The Problem
In a traditional inverted index, we see a mapping from keywords to documents which enables searching a corpus be it the web, email, or a research database. Oftentimes, particularly while using a web search engine, users are not looking for a webpage - they are looking for information inside the webpages. This means that question answering is a very important topic in information retrieval, and is beginning to spawn new technologies like Google’s Knowledge Graph.
An important subset of question answering is when users desire entities as search results. Generally speaking an entity is a noun, and some of the most common entity classes are “person”, “location”, and “organization”. The concept of entities as search results or as search inputs, an “entity search,” is not easily supported by a traditional inverted index from keywords to documents. Using such an inverted index would require scanning result document contents and aggregating at search time, which is roundabout and expensive.
A far more natural implementation of an entity search would be an inverted index which can map from both terms and entities, to both documents and entities. This approach requires that Named Entity Recognition (NER), and some level of aggregation, be completed at indexing time. While this makes query time more efficient, it poses some challenges.
Named Entity Recognition
One challenge of building an entity-aware system is the task of Named Entity Recognition (NER). NER has been well studied, and there are a number of open source implementations using a variety of approaches.

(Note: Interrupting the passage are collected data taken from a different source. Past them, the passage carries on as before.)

def _segment_integral(measure, e: float, beta: float, z: np.ndarray) -> np.ndarray:
    r"""``∫_e^z h(s) r(s) ds`` on the straight segment, ``r ~ (s-e)^beta``.

    With ``s = e + t (z - e)``: ``(s-e)^beta = t^beta (z-e)^beta`` branch-free
    in ``t``, so the smooth factor ``h r (z-e) / t^beta`` is sampled.  For real
    ``z`` the nodes are lifted by a tiny positive imaginary part to select the
    + boundary value on a band.
    """
    # the last panel, [1/4, 1] of the segment, must resolve h: a polynomial of degree
    # len(h) - 1 on the window (long for a non-polynomial V)
    t, w = _graded_rule(beta, max(_SEGMENT_NODES, measure.h_degree // 2 + 8))
    dz = z - e
    lift = np.where(z.imag == 0.0, 1e-300j, 0.0)
    offset = t[:, None] * dz[None, :] + lift[None, :]
    s = e + offset
    f = measure.h(s) * _sqrt_ratio_near(measure, s, e, offset)
    return (w[:, None] * f / t[:, None] ** beta).sum(axis=0) * dz


def _sqrt_ratio_near(measure, s: np.ndarray, e: float, offset: np.ndarray) -> np.ndarray:
    """``R^{1/2}(s)/Q_h(s)`` (``measure.sqrt_ratio``) with the factor of the end ``e`` taken from
    ``offset = s - e`` as given, not from the rounded difference of ``s`` and ``e``.

    At ``s = e + t(z - e)`` with small ``t`` the difference ``s - e`` keeps only
    ``ε|e|/|s - e|`` of its relative accuracy; next to a hard end ``e ≠ 0`` that cost the local
    variable 5e-10 (relative) at ``|z - e| = 1e-4`` and 4e-6 at ``1e-8`` (V = 0 on [-1, 1] against
    ``-arccos(x)²/4``); with the offset it keeps rounding accuracy.
    """
    from equilibrium.radical import sqrt_R

    ends = np.asarray(measure.structure.ends, dtype=float)
    hard = np.asarray(measure.structure.hard, dtype=bool)
    own = int(np.argmin(np.abs(ends - e)))
    value = sqrt_R(s, np.delete(ends, own)) * np.sqrt(offset)
    for j in np.nonzero(hard)[0]:
        value = value / (offset if j == own else s - ends[j])
    return value


def _band_rule(measure, n: int):
    """Nodes and weights with ``Σ w_i f(x_i) ≈ ∫ f dμ`` (Gauss–Jacobi per band).

    The weight ``(x - a)^α (b - x)^β`` carries the edge behaviour of the
    density (α, β = 1/2 soft, -1/2 hard); the smooth rest ``ψ / weight`` is
    evaluated from the rule's accurate end distances.
    """
    xs, ws = [], []
    for (a, b), (ka, kb) in zip(measure.support, measure.edges):
        alpha = 0.5 if ka == "soft" else -0.5
        beta = 0.5 if kb == "soft" else -0.5
        x, wt, da, db = graded_jacobi_rule(a, b, beta, alpha, n=n, return_distances=True)
        xs.append(x)
        ws.append(wt * measure.density(x) / (da ** alpha * db ** beta))
    return np.concatenate(xs), np.concatenate(ws)


def _edge_derivative(measure, pts, kinds, i) -> float:
    e = pts[i]
    others = np.prod([e - p for j, p in enumerate(pts) if j != i])
    hard = [p for p, kd in zip(pts, kinds) if kd == "hard"]
    he = complex(np.asarray(measure.h(np.array([e + 0j])))[0]).real
    if kinds[i] == "soft":
        qh = np.prod([e - p for p in hard]) if hard else 1.0
        c2 = he ** 2 * others / qh ** 2
        return float(np.cbrt(c2 / 4.0))
    dq = np.prod([e - p for p in hard if p != e]) if len(hard) > 1 else 1.0
    return float(he ** 2 * others / (4.0 * dq ** 2))


def g_function(measure, *, nodes: int = _BAND_NODES, tolerance: float = 1e-10,
               on_failure: str = "raise") -> GFunction:
    """Build the g-function of ``measure`` and its checks.

    Parameters
    ----------
    measure :
        An ``equilibrium.EquilibriumMeasure`` (positive, any number of bands).
    nodes :
        Gauss–Jacobi nodes per band for the far-field sum (at least; more when the
        switch to it is closer than ρ = 1.6, see :func:`_switch_rho`).
    tolerance :
        Largest accepted value of a check.
    on_failure :
        ``"raise"`` (NumericalFailure beyond tolerance) or ``"mark"`` (the result
        with ``verified = False``); see :mod:`equilibrium.verification`.
    """
    failure_policy(on_failure)
    support = tuple(tuple(map(float, ab)) for ab in measure.support)
    if len(support) == 0:
        raise InputError("the equilibrium measure has no bands; a g-function needs a support")
    kinds = tuple(kd for pair in measure.edges for kd in pair)
    pts = tuple(x for ab in support for x in ab)
    far_rho = _switch_rho(support, measure.window, measure.h_ellipse)
    # the direct sum must be accurate from the switch on: Gauss–Jacobi error ~ ρ^{-2n}
    nodes = max(nodes, int(np.ceil(18.5 / np.log(far_rho))) + 8)
    x, w = _band_rule(measure, nodes)
    moments = np.array([np.sum(w * x ** j) for j in range(9)])
    k = len(support)
    omega = np.asarray(measure.omega, dtype=float).reshape(k - 1)
    low = getattr(measure, "omega_low", None)
    omega_low = np.zeros(k - 1) if low is None else np.asarray(low, dtype=float).reshape(k - 1)
    edges = []
    for i, e in enumerate(pts):
        side = 1 if i % 2 else -1
        band, right = divmod(i, 2)
        om = (omega[band] if band < k - 1 else 0.0) if right else (omega[band - 1] if band > 0 else 1.0)
        edges.append(EdgeVariable(e, kinds[i], side, float(om), _edge_derivative(measure, pts, kinds, i)))
    gf = GFunction(measure=measure, support=support, edge_points=pts, edge_kinds=kinds,
                   omega=omega, lagrange=float(measure.lagrange), moments=moments,
                   edges=tuple(edges), far_rho=far_rho, _nodes=x, _weights=w, omega_low=omega_low)
    checks = float_checks(_verify(gf))
    message = failure_message(checks, {key: tolerance for key in checks}, what="the g-function")
    object.__setattr__(gf, "checks", checks)
    object.__setattr__(gf, "verified", not message)
    object.__setattr__(gf, "message", message)
    return settle(gf, on_failure)


def _switch_rho(support, window, h_rho: float) -> float:
    """The largest Bernstein parameter ρ (per band; at most 1.6) such that the ellipses of
    parameter 1.05 ρ around the bands lie inside the ellipse of parameter ``h_rho`` around
    the window, where (★) may use h (1.05 ρ: the ring of the continuity check).

    A polynomial V (``h_rho`` infinite) keeps 1.6.  For other fields h is a fitted series,
    trusted only near the real line, so the direct sum takes over closer to the bands.
    """
    if not np.isfinite(h_rho):
        return _FAR_RHO
    th = np.linspace(0.0, 2.0 * np.pi, 65)[:-1]
    for rho in (_FAR_RHO, 1.4, 1.3, 1.2, 1.15, 1.1, 1.07, 1.05, 1.03, 1.02, 1.01):
        wv = 0.5 * (1.05 * rho * np.exp(1j * th) + np.exp(-1j * th) / (1.05 * rho))
        if all(_inside_h_ellipse((a + b) / 2 + (b - a) / 2 * wv, window, h_rho) for a, b in support):
            return rho
    return 1.01


def _inside_h_ellipse(z: np.ndarray, window, h_rho: float) -> bool:
    """All points z inside the Bernstein ellipse of parameter ``h_rho`` around the window."""
    return bool(np.all(_bernstein_rho(z, *window) <= h_rho))


def trusted_radius(measure, x: float) -> float:
    """Largest r such that the disc |z - x| ≤ r lies where the measure's h may be used off the
    real line (inside ``measure.h_ellipse`` around its window); ``inf`` for a polynomial V.

    Discs used with (★) -- matching circles of the local parametrices -- must stay inside.
    """
    h_rho = measure.h_ellipse
    if not np.isfinite(h_rho):
        return np.inf
    lower, upper = measure.window
    circle = np.exp(1j * np.linspace(0.0, 2.0 * np.pi, 65)[:-1])
    lo, hi = 0.0, upper - lower
    for _ in range(40):  # bisection on the radius
        r = 0.5 * (lo + hi)
        if _inside_h_ellipse(x + r * circle, measure.window, h_rho):
            lo = r
        else:
            hi = r
    return lo


def _verify(gf: GFunction) -> dict:
    checks = {"mass": abs(gf.moments[0] - 1.0)}
    # continuity: both evaluations on a ring (rho slightly beyond the switch)
    ring = []
    for a, b in gf.support:
        th = np.linspace(0.1, np.pi - 0.1, 7)
        rho = gf.far_rho * 1.05
        wv = 0.5 * (rho * np.exp(1j * th) + np.exp(-1j * th) / rho)
        ring.append((a + b) / 2 + (b - a) / 2 * wv)
    ring = np.concatenate(ring)
    ring = ring[gf._is_far(ring)]
    ring = np.concatenate([ring, np.conj(ring)])
    checks["continuity"] = float(np.max(np.abs(gf._far(ring) - gf._near(ring)))) if ring.size else 0.0
    xs = np.concatenate([a + (b - a) * np.array([0.013, 0.27, 0.5, 0.81, 0.993]) for a, b in gf.support])
    gp, gm = gf.boundary_values(xs)
    checks["jump"] = float(np.max(np.abs(gp + gm - gf.V(xs) + gf.lagrange)))
    gap = 0.0
    for j in range(len(gf.support) - 1):
        lo, hi = gf.support[j][1], gf.support[j + 1][0]
        xg = lo + (hi - lo) * np.array([0.05, 0.5, 0.95])
        # the direct sum (principal logs) knows the phase only through the
        # band masses, so this compares Ω_j with the quadrature of ψ
        gp = gf._far(xg.astype(complex))
        gap = max(gap, float(np.max(np.abs(2j * gp.imag - 2j * np.pi * gf.omega[j]))))
    checks["gap_phase"] = gap
    return checks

There are broadly three categories of NER: probabilistic, gazetteer, and rule-based.
Probabilistic approaches rely on machine learning techniques to identify features in text which signal the existence of an entity. This often goes hand in hand with Part of Speech (POS) tagging, which is also a well studied problem. Using a probabilistic approach to NER requires a model is trained on an annotated training set, which can be tedious to produce.
Gazetteer approaches rely on a dictionary of known entities and some form of string matching to identify where any of these entities exist in text. Exact string matching tends to produce low recall in most scenarios, so there exist a number of approximate string matching techniques in the literature for gazetteer NER. Though gazetteer NER can be quite powerful, a complete and accurate dictionary of known entities can be difficult to produce.
Rule-based approaches are quite similar to probabilistic approaches in that they rely on contextual features to identify entities. The difference is that these features are not learned, they are specified by the user. Though this can work very well in some cases, it generally requires deep domain knowledge and can be prohibitively tedious.
There are hybrid systems in existence. Stanford’s Conditional Random Field NER classifier has the option of including a gazette during training of the probabilistic model. This gazette is used as additional features for training the model, and does not guarantee that an exact string match in the gazette will result in the associated entity tag. This is a very interesting concept, as it may help to mitigate the need for a complete gazette, though its required labeled training data may present an issue for a large number of entity types.
Generally, not one NER approach is sufficient for all cases. Domain and application specific NER configuration is a must for enabling entity search, and has thus been one focus of this research.
Index Design
Another challenge of building an entity aware system is the design of the index itself. There can be a number of ways to represent entities within the index, and each has benefits and drawbacks.
One approach would be to treat entity instances as documents. This is intuitive because entities are search targets. However, this requires a good deal of preprocessing since one entity instance can appear in a large number of documents. It may further complicate things when the index is updated with new documents, as all of the entity instances in the new document require changes be made to their corresponding entity documents. Additionally, there can be many ways to store the context of each entity instance in an entity document so that the entity can be searched; it is not unreasonable that these entity documents can become very large.
Another approach would be to simply tag entities within each document. This would allow for a lighter preprocessing phase, though more work is required at query time to convert document results into entity results.
Another approach would be to create a document for every appearance of an entity instance. While this trivializes the problem of updating the index with new documents, it requires aggregation be done at query time, which may be slow. Additionally, this can lead to a very large number of entity occurrence documents in the index.
A final approach is to leverage the information stored in the index for each term to document matching. If a term maps to a document, typically additional information such as frequency of that term in the document is recorded. Entity instances near a term in that document could be stored along with this information. This lessens the preprocessing requirements, but makes search quite unnatural to implement. It is also counterintuitive.
The goal for this summer was set to create a demo system which can build and search an entity aware inverted index, and is adaptable to a variety of corpuses and applications. As one of three undergraduates on the team, my specific focus was on enabling NER and the indexing process.